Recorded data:
======
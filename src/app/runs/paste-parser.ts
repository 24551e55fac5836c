/**
 * Parses the text/plain a spreadsheet puts on the clipboard for a copied block: cells separated by
 * tabs, rows by CRLF or LF (a lone CR from older programs too), and a cell that holds a tab, a line
 * break or a quote wrapped in double quotes with inner quotes doubled. Spreadsheets end the block
 * with one line break, which is not an extra empty row.
 *
 * Own code rather than papaparse because papaparse ships as CommonJS only and the Angular build
 * bails out of optimising it; the spec checks this parser against papaparse as the reference.
 *
 * @param text clipboard text
 * @returns rows of cells; [] for empty text
 * @example parseTsv('1\t2\r\n3\t4\r\n') // [['1','2'],['3','4']]
 */
export function parseTsv(text: string): string[][] {
  if (text === '') return [];
  const rows: string[][] = [];
  let row: string[] = [];
  let cell = '';
  let i = 0;
  const n = text.length;
  let atCellStart = true;
  while (i < n) {
    const ch = text[i]!;
    if (atCellStart && ch === '"') {
      // Quoted cell: runs to the closing quote; "" inside stands for one quote.
      i++;
      while (i < n) {
        if (text[i] === '"') {
          if (text[i + 1] === '"') {
            cell += '"';
            i += 2;
            continue;
          }
          i++;
          break;
        }
        cell += text[i];
        i++;
      }
      atCellStart = false;
      continue;
    }
    atCellStart = false;
    if (ch === '\t') {
      row.push(cell);
      cell = '';
      atCellStart = true;
      i++;
    } else if (ch === '\r' || ch === '\n') {
      row.push(cell);
      rows.push(row);
      row = [];
      cell = '';
      atCellStart = true;
      i += ch === '\r' && text[i + 1] === '\n' ? 2 : 1;
    } else {
      cell += ch;
      i++;
    }
  }
  // Text that does not end with a line break still has its last row open.
  if (!atCellStart || row.length > 0 || cell !== '') {
    row.push(cell);
    rows.push(row);
  }
  return rows;
}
======
PROBLEM DETAILS — Write out the records above exactly, from the opening line to the line with "tab, a line", including both, with nothing added.

THE COMPLETED TASK —
filename src/app/runs/paste-parser.ts
repository 24551e55fac5836c
/**
 * Parses the text/plain a spreadsheet puts on the clipboard for a copied block: cells separated by
 * tabs, rows by CRLF or LF (a lone CR from older programs too), and a cell that holds a tab, a line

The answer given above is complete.